Cycloleucine induces neural tube defects by reducing Pax3 expression and impairing the balance of proliferation and apoptosis in early neurulation.

机构信息

Department of Hepatobiliary and Pancreatic Surgery and Liver Transplant Center, The First Hospital of Shanxi Medical University, Taiyuan, Shanxi, China; Department of Biochemistry and Molecular Biology, Shanxi Medical University, Taiyuan, Shanxi, China; Institute of Liver Diseases and Organ Transplantation, Shanxi Medical University, Taiyuan, Shanxi, China; Department of Neurosurgery, The First Hospital of Shanxi Medical University, Taiyuan, Shanxi, China.

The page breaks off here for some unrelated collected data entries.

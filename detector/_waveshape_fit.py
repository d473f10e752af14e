"""Base curve and test voltage curve of IEC 60060-1:2010: the double exponential, its robust fit and
the test voltage function k(f) applied to the residual.

The public names are re-exported by :mod:`detector.waveshape`.
"""

from __future__ import annotations

import dataclasses
import math
from typing import Any

import numpy as np
from scipy import fft as _fft

from ._validation import RecordError
from ._waveshape_signal import _Prepared

__all__ = ["DoubleExponential", "filter_residual", "test_voltage_factor"]

#: Largest fit sample count; the tail is thinned beyond this (weights keep the time integral).
_MAX_FIT_POINTS = 1500
#: Time constant of the impulse response of the test voltage function k(f) [s]:
#: (2 pi tau)^2 = 2.2 us^2.
_K_FILTER_TAU_S = math.sqrt(2.2e-12) / (2.0 * math.pi)
#: Weight of the pull of log(tau1), log(tau2) towards their start values (residual units: per unit of
#: the peak, per e-fold of the time constant).
_PRIOR_WEIGHT = 0.02


def test_voltage_factor(frequency_Hz: Any) -> np.ndarray:
    """Test voltage function k(f) of IEC 60060-1:2010 (lightning impulses with overshoot).

    Parameters
    ----------
    frequency_Hz : array_like
        Frequency [Hz]; the sign is ignored.

    Returns
    -------
    numpy.ndarray
        ``k = 1 / (1 + 2.2 f^2)`` with ``f`` in MHz (dimensionless, 1 at 0 Hz).
    """
    f_MHz = np.asarray(frequency_Hz, dtype=np.float64) * 1e-6
    return 1.0 / (1.0 + 2.2 * f_MHz * f_MHz)


test_voltage_factor.__test__ = False  # type: ignore[attr-defined]  # not a pytest test despite its name


@dataclasses.dataclass(frozen=True)
class DoubleExponential:
    """Double-exponential impulse ``A (exp(-(t-t0)/tau1) - exp(-(t-t0)/tau2))`` for ``t >= t0``, else 0.

    Parameters
    ----------
    amplitude_V : float
        A [V]; its sign is the polarity.
    tau1_s, tau2_s : float
        Tail and front time constants [s], ``tau1_s > tau2_s > 0``.
    origin_s : float
        Start time t0 [s].
    """

    amplitude_V: float
    tau1_s: float
    tau2_s: float
    origin_s: float

    def __post_init__(self) -> None:
        """Store plain floats."""
        for name in ("amplitude_V", "tau1_s", "tau2_s", "origin_s"):
            object.__setattr__(self, name, float(getattr(self, name)))

    def __call__(self, times_s: Any) -> np.ndarray:
        """Evaluate the curve at ``times_s`` [s]; returns volts."""
        s = np.clip(np.asarray(times_s, dtype=np.float64) - self.origin_s, 0.0, None)
        return self.amplitude_V * (np.exp(-s / self.tau1_s) - np.exp(-s / self.tau2_s))

    @property
    def peak_time_s(self) -> float:
        """Instant of the crest [s], on the same axis as ``origin_s``."""
        t1, t2 = self.tau1_s, self.tau2_s
        return self.origin_s + math.log(t1 / t2) * t1 * t2 / (t1 - t2)

    @property
    def peak_V(self) -> float:
        """Crest value [V] (signed)."""
        return float(self(self.peak_time_s))


# ---------------------------------------------------------------------------------------------
# Base curve fit
# ---------------------------------------------------------------------------------------------
def _shape_peak(tau1: float, tau2: float) -> float:
    tp = math.log(tau1 / tau2) * tau1 * tau2 / (tau1 - tau2)
    return math.exp(-tp / tau1) - math.exp(-tp / tau2)


def _levenberg_marquardt(fun_jac: Any, x0: np.ndarray, *, f_scale: float | None, xtol: float, ftol: float,
                         max_iter: int) -> np.ndarray:
    """Minimise ``sum r^2`` (``f_scale`` None) or the soft-L1 cost ``f^2 sum(sqrt(1 + (r/f)^2) - 1)``.

    Levenberg-Marquardt with Marquardt's diagonal scaling (Nocedal & Wright, Numerical Optimization,
    2nd ed., section 10.3); for the soft-L1 cost the Gauss-Newton model of the robust cost with its
    second-order correction (Triggs et al., Bundle adjustment - a modern synthesis, 2000, section 4.3):
    gradient ``J^T rho' r``, curvature ``J^T (rho' + 2 z rho'') J`` with ``rho' = (1+z)^-1/2`` and
    ``rho' + 2 z rho'' = (1+z)^-3/2``, ``z = (r/f)^2``; a step is kept only if it lowers the cost itself. ``fun_jac(x)`` returns the residuals and their
    transposed Jacobian (parameters x residuals) together (they share the exponentials). A few parameters and a few thousand residuals:
    written out because ``scipy.optimize.least_squares`` spends most of its time here in per-iteration
    bookkeeping. Returns the last accepted point.
    """

    inv_f = None if f_scale is None else 1.0 / f_scale

    def evaluate(par: np.ndarray) -> tuple[float, np.ndarray, np.ndarray, np.ndarray | None]:
        """Cost, residuals, Jacobian and (robust) sqrt(1 + z) at ``par``."""
        r, jt = fun_jac(par)
        if inv_f is None:
            return float(r @ r), r, jt, None
        s1 = np.sqrt(1.0 + np.square(r * inv_f))
        return float(f_scale * f_scale * (s1.sum() - s1.size)), r, jt, s1

    x = np.array(x0, dtype=np.float64)
    c, r, Jt, s1 = evaluate(x)
    if not math.isfinite(c):
        return x
    mu = 1e-3
    eye = np.eye(x.size)
    for _ in range(max_iter):
        if s1 is None:
            A, g = Jt @ Jt.T, Jt @ r
        else:  # gradient weights rho' = (1+z)^-1/2, curvature rho' + 2 z rho'' = (1+z)^-3/2
            sq = 1.0 / s1
            A = (Jt * sq**3) @ Jt.T
            g = Jt @ (r * sq)
        damp = eye * np.maximum(A.diagonal(), 1e-300)
        improved = False
        while mu < 1e12:
            try:
                step = np.linalg.solve(A + mu * damp, -g)
            except np.linalg.LinAlgError:
                mu *= 10.0
                continue
            x_new = x + step
            c_new, r_new, Jt_new, s1_new = evaluate(x_new)
            if c_new <= c:  # False for NaN
                improved = True
                break
            mu *= 10.0
        if not improved:
            return x
        small_step = bool((np.abs(step) <= xtol * (np.abs(x) + xtol)).all())
        small_gain = (c - c_new) <= ftol * c
        x, r, Jt, c, s1 = x_new, r_new, Jt_new, c_new, s1_new
        mu = max(mu * 0.3, 1e-12)
        if small_step or small_gain:
            break
    return x


def _fit_base(p: _Prepared, i_lo: int, i_hi: int, tau1: float, tau2: float, origin: float,
              source: str | None) -> DoubleExponential:
    """Fit the double exponential to ``p.u[i_lo:i_hi]``; start values in samples. Returns it in SI."""
    # every sample up to a few front times past the crest (thinned if that alone is too many), the tail
    # thinned evenly; weights sqrt(stride) keep the sum over samples close to a time integral
    dense_end = min(i_hi, max(p.ipk + int(6 * p.front_s / p.dt) + 1, i_lo + 1))
    h_step = max(1, int(math.ceil((dense_end - i_lo) / (_MAX_FIT_POINTS // 2))))
    head = np.arange(i_lo, dense_end, h_step)
    room = max(_MAX_FIT_POINTS - head.size, 100)
    t_step = max(h_step, int(math.ceil((i_hi - head[-1] - 1) / room)))
    tail = np.arange(head[-1] + t_step, i_hi, t_step)
    idx = np.concatenate([head, tail])
    wts = np.concatenate([np.full(head.size, math.sqrt(h_step)), np.full(tail.size, math.sqrt(t_step))])
    scale = max(p.front_s / p.dt, 1.0)  # time unit of the fit: one front time, in samples
    x = idx / scale
    y = p.u[idx] / p.peak
    failed = RecordError("the base-curve fit failed; expected an impulse of double-exponential shape "
                         "(a front, a crest and a decaying tail)", path=source, field="voltage")
    try:
        x0 = np.array([1.0 / _shape_peak(tau1, tau2), math.log(tau1 / scale), math.log(tau2 / scale),
                       origin / scale])
    except (ValueError, ZeroDivisionError, OverflowError):
        raise failed from None

    def taus(par: np.ndarray) -> tuple[float, float]:
        return math.exp(min(max(par[1], -300.0), 300.0)), math.exp(min(max(par[2], -300.0), 300.0))

    def model(par: np.ndarray) -> tuple[np.ndarray, np.ndarray, np.ndarray]:
        s = np.clip(x - par[3], 0.0, None)
        t1, t2 = taus(par)
        return s, np.exp(-s / t1), np.exp(-s / t2)

    # A weak pull of the two log time constants towards their start values: negligible where the record
    # determines them, decisive where it does not (a step-like front, a chopped wave without tail), so
    # that the fit has one well-defined answer instead of drifting along a flat valley, where the last
    # bits of the input (or of a multi-threaded BLAS) would pick the end point.
    prior = np.zeros(4)
    prior[1:3] = _PRIOR_WEIGHT

    n_pts = x.size
    prior_rows = np.diag(prior)

    def fun_jac(par: np.ndarray) -> tuple[np.ndarray, np.ndarray]:
        """Residuals (data, then prior) and the transposed Jacobian, shape (4, n + 4)."""
        t1, t2 = taus(par)
        s = x - par[3]
        np.maximum(s, 0.0, out=s)
        e1 = np.exp(s * (-1.0 / t1))
        e2 = np.exp(s * (-1.0 / t2))
        jt = np.empty((4, n_pts + 4))
        np.subtract(e1, e2, out=jt[0, :n_pts])
        np.multiply(e1, s, out=jt[1, :n_pts])
        jt[1, :n_pts] *= par[0] / t1
        np.multiply(e2, s, out=jt[2, :n_pts])
        jt[2, :n_pts] *= -par[0] / t2
        # d/d(origin): zero before the origin (s == 0 there, and e1 = e2 = 1)
        jt[3, :n_pts] = e1 * (par[0] / t1) - e2 * (par[0] / t2)
        jt[3, :n_pts][s <= 0.0] = 0.0
        r = np.empty(n_pts + 4)
        np.multiply(jt[0, :n_pts], par[0], out=r[:n_pts])
        r[:n_pts] -= y
        r[:n_pts] *= wts
        r[n_pts:] = prior * (par - x0)
        jt[:, :n_pts] *= wts
        jt[:, n_pts:] = prior_rows
        return r, jt

    f_scale = max(3.0 * p.sigma / p.peak, 0.005)
    if not np.all(np.isfinite(x0)):
        raise failed

    def sane(par: np.ndarray) -> bool:
        return bool(np.all(np.isfinite(par)) and 1e-3 < abs(par[0]) < 1e3 and -300 < par[1] < 300
                    and -300 < par[2] < 300)

    def robust(start: np.ndarray) -> np.ndarray:
        return _levenberg_marquardt(fun_jac, start, f_scale=f_scale, xtol=1e-9, ftol=1e-12, max_iter=200)

    try:
        with np.errstate(all="ignore"):  # overflow to inf / 0 * inf = nan on wild trial steps is rejected
            # a plain least-squares start, then the robust loss from there; if that wanders off (little
            # data, e.g. chopped on the front), the robust fit from the start values
            first = _levenberg_marquardt(fun_jac, x0, f_scale=None, xtol=1e-6, ftol=1e-6, max_iter=100)
            best = robust(first) if sane(first) else None
            if best is None or not sane(best):
                best = robust(x0)
    except (ValueError, OverflowError, FloatingPointError, np.linalg.LinAlgError):
        raise failed from None
    if not sane(best):
        raise failed
    a, l1, l2, o = best
    t1, t2 = math.exp(l1) * scale * p.dt, math.exp(l2) * scale * p.dt
    if t2 > t1:  # the same curve with the constants swapped
        t1, t2, a = t2, t1, -a
    return DoubleExponential(float(a * p.peak), t1, t2, p.t0 + float(o) * scale * p.dt)


def filter_residual(residual_V: Any, sample_interval_s: float) -> np.ndarray:
    """Filter a residual curve with the test voltage function k(f) of IEC 60060-1:2010.

    The residual is detrended by the straight line through its end points and zero padded (by 25 time
    constants of the filter's impulse response, 5.9 us, at most by its own length) before the FFT, so
    that the filter does not wrap its end onto its start; the line
    is added back unchanged (k(0) = 1 and k is even, so a straight line passes the filter as it is).

    Parameters
    ----------
    residual_V : array_like
        Recorded curve minus base curve [V], uniformly sampled.
    sample_interval_s : float
        Sample interval [s].

    Returns
    -------
    numpy.ndarray
        Filtered residual [V], same length.
    """
    r = np.asarray(residual_V, dtype=np.float64)
    m = r.size
    if m == 0:
        return r.copy()
    ramp = r[0] + (r[-1] - r[0]) * np.arange(m) / max(m - 1, 1)
    # k(f) = 1 / (1 + (2 pi f tau)^2) is the spectrum of exp(-|t| / tau) / (2 tau), tau = 0.236 us: zero
    # padding of 25 tau (or the record's length, if shorter) keeps the wrap-around below exp(-25)
    pad = min(m, int(math.ceil(25.0 * _K_FILTER_TAU_S / sample_interval_s)))
    nfft = _fft.next_fast_len(m + pad, real=True)
    spec = _fft.rfft(r - ramp, nfft)
    spec *= test_voltage_factor(_fft.rfftfreq(nfft, sample_interval_s))
    return _fft.irfft(spec, nfft)[:m] + ramp


def _test_voltage_curve(p: _Prepared, base_u: np.ndarray, i_end: int) -> np.ndarray:
    """Return base curve + residual filtered with k(f) over ``[0, i_end)``."""
    return base_u[:i_end] + filter_residual(p.u[:i_end] - base_u[:i_end], p.dt)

Department of Biochemistry and Molecular Biology, Shanxi Medical University, Taiyuan, Shanxi, China.

出版信息

Neurochem Int. 2024 Nov;180:105861. doi: 10.1016/j.neuint.2024.105861. Epub 2024 Sep 20.

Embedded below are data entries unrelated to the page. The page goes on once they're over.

def _load_model(p: Path, expected_schema: str | None) -> ShotModel:
    import skops.io as sio

    if not p.is_file():
        raise missing_model_error(p)
    try:
        untrusted = sio.get_untrusted_types(file=p)
    except Exception as exc:  # a damaged or foreign file: say what it is not
        raise ShotcheckError(f"{p}: not a readable skops model file ({type(exc).__name__}: {exc})") from None
    refused = sorted(set(untrusted) - set(TRUSTED_TYPES))
    if refused:
        raise ShotcheckError(
            f"{p}: the model file contains types that are not on shotcheck's trusted list: "
            f"{', '.join(refused)}; refusing to load it"
        )
    try:
        payload = sio.load(p, trusted=list(untrusted))
    except Exception as exc:
        raise ShotcheckError(f"{p}: could not load the model ({type(exc).__name__}: {exc})") from None
    if not isinstance(payload, dict) or payload.get("format") != MODEL_FORMAT:
        raise ShotcheckError(f"{p}: not a shotcheck model file (missing format tag {MODEL_FORMAT!r})")
    if payload.get("format_version") != MODEL_FORMAT_VERSION:
        raise ShotcheckError(
            f"{p}: model format version {payload.get('format_version')!r}, this shotcheck reads {MODEL_FORMAT_VERSION}"
        )
    schema = payload.get("schema_version")
    if expected_schema is not None and schema != expected_schema:
        raise ShotcheckError(
            f"{p}: the model was trained on feature schema {schema!r}, this shotcheck computes {expected_schema!r}; "
            "retrain it with `shotcheck train`"
        )
    clf = payload.get("classifier")
    if not isinstance(clf, FaultClassifier):
        raise ShotcheckError(f"{p}: the model file holds no FaultClassifier")
    for est in (clf, payload.get("locator"), payload.get("timer")):
        _add_missing_parameters(est)
    loc = payload.get("locator")
    if loc is not None and (not isinstance(loc, LocationRegressor) or isinstance(loc, InstantRegressor)):
        raise ShotcheckError(f"{p}: the 'locator' entry is not a LocationRegressor")
    timer = payload.get("timer")
    if timer is not None and not isinstance(timer, InstantRegressor):
        raise ShotcheckError(f"{p}: the 'timer' entry is not an InstantRegressor")
    thr = payload.get("none_threshold", 0.5)
    if not isinstance(thr, float) or not 0.0 < thr <= 1.0:
        raise ShotcheckError(f"{p}: 'none_threshold' must be a probability in (0, 1], got {thr!r}")
    thr_c = payload.get("none_threshold_chopped")  # absent from files written before it
    if thr_c is not None and (not isinstance(thr_c, float) or not 0.0 < thr_c <= 1.0):
        raise ShotcheckError(f"{p}: 'none_threshold_chopped' must be a probability in (0, 1] or null, got {thr_c!r}")
    if thr_c is not None and CHOPPED_TEST_FEATURE not in payload.get("feature_names", ()):
        raise ShotcheckError(f"{p}: the model has a threshold for chopped test shots but no feature "
                             f"{CHOPPED_TEST_FEATURE!r} to tell them by; retrain it with `shotcheck train`")
    model = ShotModel(
        none_threshold=thr,
        none_threshold_chopped=thr_c,
        timer=timer,
        classifier=clf,
        locator=loc,
        feature_names=tuple(payload.get("feature_names", ())),
        schema_version=str(schema),
        thresholds=dict(payload.get("thresholds", {})),
        card=dict(payload.get("card", {})),
        instant_input_names=tuple(str(n) for n in payload.get("instant_input_names", ())),
    )
    if expected_schema is not None and model.locator_at_instant:
        from .features import INSTANT_INPUT_NAMES

        if tuple(model.instant_input_names) != INSTANT_INPUT_NAMES:
            raise ShotcheckError(
                f"{p}: the model's locator was trained on other inputs at the fault instant "
                f"({len(model.instant_input_names)} named) than this shotcheck measures "
                f"({len(INSTANT_INPUT_NAMES)}); retrain it with `shotcheck train`"
            )
    return model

DOI:10.1016/j.neuint.2024.105861
PMID:39307459
Abstract

S-adenosylmethionine (SAM) plays a critical role in the development of neural tube defects (NTDs). Studies have shown that the paired box 3 (Pax3) gene is involved in neural tube closure. However, the exact mechanism between Pax3 and NTDs induced by SAM deficiency remains unclear. Here, The NTD mouse model was induced using cycloleucine (CL), an inhibitor of SAM biosynthesis, to determine the effect of Pax3 on NTDs. The effect of CL on NTD occurrence was assessed by 5-ethynyl-2'-deoxyuridine (EdU) staining, immunohistochemistry, terminal deoxynucleotidyl transferase-mediated dUTP nick end labeling (TUNEL), quantitative real-time reverse transcription polymerase chain reaction (qRT-PCR), and Western blot in NTD embryonic brain tissues and immortalized hippocampal neuron cells (HT-22). A high incidence of NTDs was observed when CL was administered at a dose of 200 mg/kg body weight. The levels of SAM and Pax3 were significantly reduced in NTD embryonic brain tissues and HT-22 cells after CL exposure. Decreased proliferation and excessive apoptosis were observed in neuroepithelial cells of NTD embryos and HT-22 cells under SAM deficiency, but these effects were reversed by overexpression of Pax3. These results suggest that decreased expression of Pax3 impairs the dynamic balance between cellular proliferation and apoptosis, contributing to NTDs induced by SAM deficiency, which would provide new insights for clarifying the underlying mechanism of NTDs.

摘要

S-腺苷甲硫氨酸(SAM)在神经管缺陷(NTDs)的发展中起着关键作用。研究表明,配对盒基因 3(Pax3)参与神经管闭合。然而,SAM 缺乏引起的 Pax3 与 NTDs 之间的确切机制尚不清楚。在这里,使用 SAM 生物合成抑制剂环亮氨酸(CL)诱导 NTD 小鼠模型,以确定 Pax3 对 NTDs 的影响。通过 5-乙炔基-2'-脱氧尿苷(EdU)染色、免疫组织化学、末端脱氧核苷酸转移酶介导的 dUTP 缺口末端标记(TUNEL)、实时定量逆转录聚合酶链反应(qRT-PCR)和 Western blot 评估 CL 对 NTD 发生的影响在 NTD 胚胎脑组织和永生化海马神经元细胞(HT-22)中。当 CL 以 200mg/kg 体重的剂量给药时,观察到 NTD 的发生率很高。CL 暴露后,NTD 胚胎脑组织和 HT-22 细胞中的 SAM 和 Pax3 水平明显降低。在 SAM 缺乏的神经上皮细胞中观察到 NTD 胚胎和 HT-22 细胞的增殖减少和过度凋亡,但过表达 Pax3 可逆转这些影响。这些结果表明,Pax3 的表达减少破坏了细胞增殖和凋亡之间的动态平衡,导致 SAM 缺乏引起的 NTDs,这将为阐明 NTDs 的潜在机制提供新的见解。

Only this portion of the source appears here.